Wow. Society really isn’t ready to accept some parents are cruel and neglectful. Sounds like you’re at the start of your journey op. I saw my DParent 2 years before they died. After last incident of complete emotional assault I never saw them again. I’m glad. I never pursued any explanation from them.

Even the experts struggle to fully understand such parents although they know a spade is a spade. Your experiences you shared are terrible for a child to deal with let alone an adult and deeply wounding. That little child inside you is having some big feelings (which were always there) but you feel safer now maybe than at any other point in life.

Do you have any people in real life who are safe and supportive?

Pamspeople · 18/12/2024 18:17

I'm sorry you're dealing with this, OP. One thing to bear in mind is that even if your mum was still alive it's quite unlikely that you would get the answers you'd most like to get. Most parents who haven't done a great job aren't able to recognise or face up to it - they will either say "oh so it's all my fault is it?" and take up the victim position, or they flat out don't accept your memories.

We might have a fantasy that our parents will accept the ways they let us down and apologise - but I'm afraid it's just a fantasy.

Sorry for your loss, OP, and the questions it's left you with.
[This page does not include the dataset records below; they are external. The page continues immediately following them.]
import type { MigrationInterface, QueryRunner } from 'typeorm';

/**
 * Sessions (the table connect-pg-simple reads) and the append-only audit trail.
 * The database itself refuses UPDATE, DELETE and TRUNCATE on audit_event.
 */
export class SessionsAndAudit1764720000000 implements MigrationInterface {
  name = 'SessionsAndAudit1764720000000';

  async up(db: QueryRunner): Promise<void> {
    await db.query(`
      CREATE TABLE http_session (
        sid varchar NOT NULL PRIMARY KEY,
        sess json NOT NULL,
        expire timestamptz NOT NULL
      )`);
    await db.query(`CREATE INDEX http_session_expire_idx ON http_session (expire)`);

    await db.query(`
      CREATE TABLE audit_event (
        id bigint GENERATED ALWAYS AS IDENTITY PRIMARY KEY,
        recorded_at timestamptz NOT NULL DEFAULT now(),
        actor_user_id uuid NULL,
        actor_name text NULL,
        actor_role text NULL,
        action text NOT NULL,
        entity_type text NULL,
        entity_id text NULL,
        client_address text NULL,
        outcome text NOT NULL CHECK (outcome IN ('success', 'failure', 'denied')),
        detail jsonb NULL
      )`);
    await db.query(`CREATE INDEX audit_event_recorded_idx ON audit_event (recorded_at DESC)`);
    await db.query(`CREATE INDEX audit_event_entity_idx ON audit_event (entity_type, entity_id)`);
    await db.query(`
      CREATE FUNCTION audit_event_refuse_change() RETURNS trigger LANGUAGE plpgsql AS $$
      BEGIN
        RAISE EXCEPTION 'audit_event is append-only: % refused', TG_OP USING ERRCODE = 'insufficient_privilege';
      END $$`);
    await db.query(`
      CREATE TRIGGER audit_event_no_update_delete BEFORE UPDATE OR DELETE ON audit_event
      FOR EACH ROW EXECUTE FUNCTION audit_event_refuse_change()`);
    await db.query(`
      CREATE TRIGGER audit_event_no_truncate BEFORE TRUNCATE ON audit_event
      FOR EACH STATEMENT EXECUTE FUNCTION audit_event_refuse_change()`);
  }

  async down(db: QueryRunner): Promise<void> {
    await db.query(`DROP TABLE audit_event`);
    await db.query(`DROP FUNCTION audit_event_refuse_change()`);
    await db.query(`DROP TABLE http_session`);
  }
}
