import type { MigrationInterface, QueryRunner } from 'typeorm';

/**
 * Signed reports. Each signature stores an immutable report version: the narrative, the structured
 * snapshot and analysis it was built from, the thresholds and template used, the PDF and its hashes,
 * who signed and when. Versions are never updated or deleted (a trigger refuses it); an addendum adds
 * a version that points to the one it supersedes. A study may now be 'amending' (an addendum open).
 */
export class ReportVersions1765152000000 implements MigrationInterface {
  name = 'ReportVersions1765152000000';

  async up(db: QueryRunner): Promise<void> {
    await db.query(`ALTER TABLE study DROP CONSTRAINT IF EXISTS study_state_check`);
    await db.query(`ALTER TABLE study ADD CONSTRAINT study_state_check CHECK (state IN ('draft', 'awaiting-signature', 'signed', 'amending', 'amended'))`);
    await db.query(`
      CREATE TABLE report_version (
        id uuid PRIMARY KEY DEFAULT gen_random_uuid(),
        study_id uuid NOT NULL REFERENCES study (id) ON DELETE RESTRICT,
        version_no integer NOT NULL CHECK (version_no >= 1),
        study_version integer NOT NULL,
        status text NOT NULL CHECK (status IN ('final', 'amended')),
        supersedes_id uuid NULL REFERENCES report_version (id) ON DELETE RESTRICT,
        reason text NULL,
        narrative_html text NOT NULL,
        narrative_text text NOT NULL,
        snapshot jsonb NOT NULL,
        analysis jsonb NOT NULL,
        thresholds jsonb NOT NULL,
        template_version text NOT NULL,
        pdf bytea NOT NULL,
        pdf_sha256 char(64) NOT NULL,
        content_sha256 char(64) NOT NULL,
        signed_by uuid NOT NULL REFERENCES app_user (id) ON DELETE RESTRICT,
        signer_name text NOT NULL,
        signed_at timestamptz NOT NULL,
        attestation text NOT NULL,
        CONSTRAINT report_version_number_key UNIQUE (study_id, version_no),
        CONSTRAINT report_version_amended_has_previous CHECK ((status = 'final') = (supersedes_id IS NULL))
      )`);
    await db.query(`CREATE INDEX report_version_content_idx ON report_version (content_sha256)`);
    await db.query(`CREATE INDEX report_version_pdf_idx ON report_version (pdf_sha256)`);
    await db.query(`
      CREATE FUNCTION report_version_refuse_change() RETURNS trigger LANGUAGE plpgsql AS $$
      BEGIN
        RAISE EXCEPTION 'report_version is append-only: % refused', TG_OP USING ERRCODE = 'insufficient_privilege';
      END $$`);
    await db.query(`
      CREATE TRIGGER report_version_no_update_delete BEFORE UPDATE OR DELETE ON report_version
      FOR EACH ROW EXECUTE FUNCTION report_version_refuse_change()`);
    await db.query(`
      CREATE TRIGGER report_version_no_truncate BEFORE TRUNCATE ON report_version
      FOR EACH STATEMENT EXECUTE FUNCTION report_version_refuse_change()`);
  }

  async down(db: QueryRunner): Promise<void> {
    await db.query(`DROP TABLE report_version`);
    await db.query(`DROP FUNCTION report_version_refuse_change()`);
    await db.query(`ALTER TABLE study DROP CONSTRAINT IF EXISTS study_state_check`);
    await db.query(`ALTER TABLE study ADD CONSTRAINT study_state_check CHECK (state IN ('draft', 'awaiting-signature', 'signed', 'amended'))`);
  }
}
I'd definitely recommend seeing a therapist to have a good talk about it.

BeenThere101 · 18/12/2024 19:23

This reply has been withdrawn

This has been withdrawn by MNHQ at the poster's request.

MNUSER123 · 18/12/2024 23:22

I think therapy might be the answer. I have close friends but I’m always too worried/embarrassed about being seen as a problem that I don’t think I could ever bring myself to discuss it with them.

OP posts:
XmasAlone · 19/12/2024 00:56

Just make sure it's proper therapy like psychodynamic or psychotherapy, and not CBT.

Princessfluffy · 19/12/2024 06:22

Therapy could really help you to heal OP.
Emotional abuse IS abuse.

snowyglobe · 19/12/2024 06:49

SlightDrip · 18/12/2024 06:48

It doesn’t matter that she’s dead, OP, because talking her about it wouldn’t have brought you any kind of resolution, anyway. Id suggest therapy.

This. But you can find your own resolutions through therapy.

Pat888 · 19/12/2024 07:02

Your mother probably had an odd upbringing herself -if you can speak to anyone about it. We repeat what we think is the norm or perhaps she had a cruel parent or sibling. Not meaning to let her off the hook.
I would check out self help books though unfortunately I can’t offer any suggestions.
But I had emdr with a lovely psychologist which put some of my recurring difficult thoughts to sleep.

MNUSER123 · 19/12/2024 08:14

Pat888 · 19/12/2024 07:02

Your mother probably had an odd upbringing herself -if you can speak to anyone about it. We repeat what we think is the norm or perhaps she had a cruel parent or sibling. Not meaning to let her off the hook.
I would check out self help books though unfortunately I can’t offer any suggestions.
But I had emdr with a lovely psychologist which put some of my recurring difficult thoughts to sleep.

That’s really interesting, I know she didn’t get on well with her mother (although I loved my grandmother). I always thought they had a personality clash but I must admit I don’t know much about her upbringing.
My grandmother was always hands on with us and we would stay with her often and I don’t remember any issues. I was often told that my personality was much like my grandmothers so potentially there were a lot of factors at play.